The paper also noted in its online edition:

He returned to the same hospital where he had originally been treated, and an ophthalmologist, Dr. Steven Yeh, removed some of the fluid and tested it for Ebola. It did in fact contain the virus, but it was not present in his tears or the tissue around his eye.

After the fluid tested positive, Yeh and other doctors concluded that Crozier, 43, was not at risk of infecting others. Nevertheless, Yeh -- a co-author of the New England Journal of Medicine report -- believes the case demonstrates that survivors of the virus should be monitored for potential eye infections and other potential residual conditions.

The Journal described Crozier's critical state when he arrived at Emory Hospital:

The hospital course was complicated by multiorgan system failure requiring mechanical ventilation for 12 days and hemodialysis for 24 days. After extubation, the patient had altered mental status, difficulty walking related to severe proximal weakness and deconditioning, and extreme fatigue. On day 44 of the illness, hemodialysis was no longer required and his mental status had markedly improved, with some residual mild word-finding difficulty.

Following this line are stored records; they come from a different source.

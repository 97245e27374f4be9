"""The paired comparison of runs: rank runs by a verification metric and test the best two with an identity bootstrap.

Runs (one per margin of a sweep) embed the same held-out rows. They are ranked by a primary
metric (``"eer"`` or ``"fnmr@<fmr>"``; lower is better; a tie goes to the smaller margin), and
the difference between the runner-up and the best run gets an interval from a paired,
identity-level bootstrap [1]_ [2]_: each replicate draws the held-out identities with replacement
(multiplicities m_i) and applies that same draw to every run, so the noise that the runs share
(which identities happen to be in the evaluation set) cancels from the difference.

Replicates are exact: a genuine pair of identity i weighs m_i and an impostor pair of identities
i, j weighs m_i * m_j (pairs between two copies of one identity are not formed: they would pair a
photo with itself), so the weighted counts are whole numbers and go through the verification
module's own error rates; identical runs therefore differ by exactly 0.

References
----------
.. [1] B. Efron, R. Tibshirani, "An Introduction to the Bootstrap", Chapman & Hall, 1993 (the
   percentile interval; paired resampling of a difference).
.. [2] R. M. Bolle, N. K. Ratha, S. Pankanti, "Error analysis of pattern recognition systems: the
   subsets bootstrap", Computer Vision and Image Understanding 93(1), 2004 (resampling subjects
   rather than pairs, since pairs that share a subject are dependent).
"""

from __future__ import annotations

import math
import re
from dataclasses import dataclass

import numpy as np

from .._errors import TripletkitError
from .._exact import snap
from .._validate import as_codes, as_embeddings, whole_number
from ..report.format import bracketed, compact, level, metric_label, significant
from .rates import ScoreCounts, equal_error_rate, fnmr_at_fmr

__all__ = ["MAX_PAIRS", "PrimaryMetric", "parse_primary", "PairScores", "primary_value", "compare_runs",
           "paired_comparison"]

#: Pair scores held per run (about 24 bytes each: 480 MB per run at this cap, reached at about
#: 6,300 held-out rows).
MAX_PAIRS = 20_000_000

#: Replicates keep the impostor tail down to this multiple of the full-sample operating FMR (the
#: EER, or the FMR target); a replicate whose operating point falls below it uses every pair.
_TAIL_FACTOR = {"eer": 2.0, "fnmr": 8.0}


# ---------------------------------------------------------------------------------------------
# the primary metric
# ---------------------------------------------------------------------------------------------
@dataclass(frozen=True)
class PrimaryMetric:
    """A ranking metric: ``kind`` ("eer" or "fnmr"), ``fmr`` (the target, or None) and ``text``."""

    kind: str
    fmr: float | None
    text: str

    @property
    def label(self):
        """Its name for people: ``EER`` or ``FNMR at FMR = 0.001``."""
        return metric_label(self.text)


def parse_primary(text, fmrs=None, where="primary"):
    """Parse a ranking metric: ``"eer"`` or ``"fnmr@<fmr>"`` (e.g. ``"fnmr@0.001"``).

    Parameters
    ----------
    text : str
    fmrs : sequence of float, optional
        The FMR targets of the evaluation; ``fnmr@x`` must name one of them.
    where : str
        Where the value came from, for messages.

    Returns
    -------
    PrimaryMetric
    """
    if not isinstance(text, str):
        raise TripletkitError(f"{where} must be a string such as 'eer' or 'fnmr@0.001', got {text!r}")
    spelt = text.strip().lower()
    if spelt == "eer":
        return PrimaryMetric("eer", None, "eer")
    match = re.fullmatch(r"fnmr@([0-9.eE+-]+)", spelt)
    x = None
    if match:
        try:
            x = float(match.group(1))
        except ValueError:
            x = None
    if x is None or not (0 < x <= 1) or not math.isfinite(x):
        raise TripletkitError(
            f"{where} is {text!r}; expected 'eer' or 'fnmr@<fmr>' with 0 < fmr <= 1, e.g. 'fnmr@0.001'"
        )
    if fmrs is not None and not any(x == f for f in fmrs):
        raise TripletkitError(
            f"{where} {text!r} asks for FNMR at FMR {x:g}, which is not among [evaluation] fmr "
            f"({', '.join(f'{f:g}' for f in fmrs)}); add it there or pick one of those"
        )
    return PrimaryMetric("fnmr", x, f"fnmr@{x:g}")


# ---------------------------------------------------------------------------------------------
# exact pair scores with identity weights
# ---------------------------------------------------------------------------------------------
class PairScores:
    """Every pair score of one run's held-out set, grouped by distinct value, with the pair's identities.

    Scores are the exact cosines of :mod:`tripletkit._exact` (as in the verification module), so
    with every identity drawn once the counts are those of the run's all-pairs verification.
    Memory: about 16 bytes per impostor pair, 12 per genuine pair and 8 per distinct score, plus
    the replicate tail.

    Parameters
    ----------
    embeddings : array-like of shape (n, d)
        Unit rows of the held-out set.
    labels : array-like of int, shape (n,)
        Identity codes 0..k-1.
    """

    def __init__(self, embeddings, labels):
        rows = snap(np.asarray(embeddings, dtype=np.float32))
        labels = np.asarray(labels, dtype=np.int64)
        n = rows.shape[0]
        pairs = n * (n - 1) // 2
        if pairs > MAX_PAIRS:
            raise TripletkitError(
                f"the held-out set has {n} rows ({pairs} pairs); the paired comparison of a sweep holds every "
                f"pair score and allows at most {MAX_PAIRS}; sweep on a subset of the held-out identities"
            )
        scores = np.empty(pairs, dtype=np.float64)
        first = np.empty(pairs, dtype=np.int32)
        second = np.empty(pairs, dtype=np.int32)
        cols = np.arange(n)
        at = 0
        step = max(1, (1 << 21) // max(n, 1))  # rows per block: about 16 MB of float64 scores
        for start in range(0, n, step):
            block_rows = cols[start:start + step]
            block = rows[block_rows] @ rows.T
            upper = cols[None, :] > block_rows[:, None]
            count = int(upper.sum())
            scores[at:at + count] = block[upper]
            first[at:at + count] = np.broadcast_to(labels[block_rows][:, None], upper.shape)[upper]
            second[at:at + count] = np.broadcast_to(labels[None, :], upper.shape)[upper]
            at += count
        self.thresholds, group = np.unique(scores, return_inverse=True)
        self.thresholds = self.thresholds.astype(np.float64)
        group = group.reshape(-1).astype(np.int32)
        genuine = first == second
        self.gen_group, self.gen_identity = group[genuine], first[genuine]
        impostor = ~genuine
        self.imp_group, self.imp_a, self.imp_b = group[impostor], first[impostor], second[impostor]
        self.rows_per_identity = np.bincount(labels).astype(np.float64)
        self._tail = None

    @property
    def genuine_pairs(self):
        return int(self.gen_group.size)

    @property
    def impostor_pairs(self):
        return int(self.imp_group.size)

    def counts(self, m=None):
        """:class:`ScoreCounts` of the pairs, each weighted by its identities' multiplicities ``m``.

        A genuine pair of identity i weighs m_i, an impostor pair of identities i, j weighs
        m_i * m_j (None: every pair weighs 1). Weights are whole numbers, so the weighted counts
        are exact integers.
        """
        size = self.thresholds.size
        if m is None:
            gen = np.bincount(self.gen_group, minlength=size)
            imp = np.bincount(self.imp_group, minlength=size)
        else:
            # float64 sums of whole numbers are exact below 2**53
            gen = np.bincount(self.gen_group, weights=m[self.gen_identity], minlength=size)
            imp = np.bincount(self.imp_group, weights=m[self.imp_a] * m[self.imp_b], minlength=size)
        return ScoreCounts(self.thresholds, gen.astype(np.int64), imp.astype(np.int64))

    # -- the exact shortcut for replicates ---------------------------------------------------
    def prepare_tail(self, fmr_cut):
        """Keep, for replicates, the impostor pairs scoring at or above the full-sample FMR ``fmr_cut``.

        Impostor pairs below that threshold only enter a replicate through their total weight,
        which has a closed form: every cross-identity row pair is an impostor pair, so the total is
        ((sum_i m_i n_i)^2 - sum_i (m_i n_i)^2) / 2 with n_i rows of identity i. They are lumped at
        the largest score below the cut. Error rates at thresholds at or above the cut are then
        exact, and :meth:`tail_is_exact_for` says whether a replicate's operating point lies there.
        """
        full = self.counts()
        imp_ge = np.cumsum(full.impostor[::-1])[::-1]  # impostor pairs scoring >= thresholds[j]
        need = fmr_cut * self.impostor_pairs
        cut = int(np.flatnonzero(imp_ge >= need)[-1]) if fmr_cut < 1 and (imp_ge >= need).any() else 0
        if cut == 0:
            self._tail = None  # the cut keeps (nearly) everything: use the full pair list
            return
        keep_imp = self.imp_group >= cut
        # Thresholds: every genuine score, every kept impostor score, and the lump's score.
        used = np.union1d(np.union1d(self.gen_group, self.imp_group[keep_imp]), [cut - 1])
        remap = np.full(self.thresholds.size, -1, dtype=np.int32)
        remap[used] = np.arange(used.size, dtype=np.int32)
        self._tail = {
            "thresholds": self.thresholds[used],
            "gen_group": remap[self.gen_group],
            "imp_group": remap[self.imp_group[keep_imp]],
            "imp_a": self.imp_a[keep_imp], "imp_b": self.imp_b[keep_imp],
            "lump": int(remap[cut - 1]), "cut": int(remap[cut]),
        }

    def tail_counts(self, m):
        """Weighted counts from the kept tail plus the lump; None when no tail was prepared."""
        tail = self._tail
        if tail is None:
            return None
        size = tail["thresholds"].size
        gen = np.bincount(tail["gen_group"], weights=m[self.gen_identity], minlength=size)
        imp = np.bincount(tail["imp_group"], weights=m[tail["imp_a"]] * m[tail["imp_b"]], minlength=size)
        mn = m * self.rows_per_identity
        total = (mn.sum() ** 2 - np.dot(mn, mn)) / 2.0
        imp[tail["lump"]] += total - imp.sum()
        return ScoreCounts(tail["thresholds"], gen.astype(np.int64), np.rint(imp).astype(np.int64))

    def tail_is_exact_for(self, counts, primary):
        """Whether ``primary`` on ``counts`` (from :meth:`tail_counts`) is decided above the cut."""
        tail = self._tail
        n_gen, n_imp = int(counts.genuine.sum()), int(counts.impostor.sum())
        imp_ge_cut = int(counts.impostor[tail["cut"]:].sum())
        if primary.kind == "eer":
            # D = FMR - FNMR is non-increasing in the threshold; D >= 0 at the cut puts the last
            # threshold with D >= 0, and the one after it, at or above the cut.
            gen_lt_cut = int(counts.genuine[:tail["cut"]].sum())
            return imp_ge_cut * n_gen >= gen_lt_cut * n_imp
        # FMR at the cut above the target: the lowest threshold with FMR <= target lies above the cut.
        return imp_ge_cut / n_imp > primary.fmr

The authors said that Crozier was treated with "an experimental small interfering RNA antiviral agent (TKM-100802, Tekmira Pharmaceuticals), convalescent plasma, and aggressive supportive care."

The Daily Mail noted that Ebola experts were already aware that the deadly virus could remain active in semen for several months after a patient is ultimately cleared via blood tests. The inflammation and eye infection did not necessarily catch researchers and experts off guard, although little is known about the condition or how long it can last.

His iris changed color within the first ten days of the infection.

More studies needed to see how long and where the virus can remain active

The Daily Mail said that after being treated with a number of different medications, Crozier's vision finally began to return, although he has yet to fully recover. His eye color has now returned to its normal shade of blue.

"Experts say cases of eye inflammation and problems with vision have been reported among survivors of Ebola in previous outbreaks, as well as among people with a virus known as Marburg, which is similar to Ebola," the Mail reported, adding that the condition is nevertheless rare.

The BBC added that most experts believe the virus's ability to hang around in the eye could be due in part to the organ's ability to tolerate some pathogens once they are inside its walls. They noted that further studies are needed to test for the presence of the virus in other "immune privileged" organs such as the body's central nervous system, cartilage and testicles.

Meanwhile, doctors are calling for more help for survivors in the worst-affected countries, the BBC reported, adding that recovering patients "are reporting eye problems among other difficulties."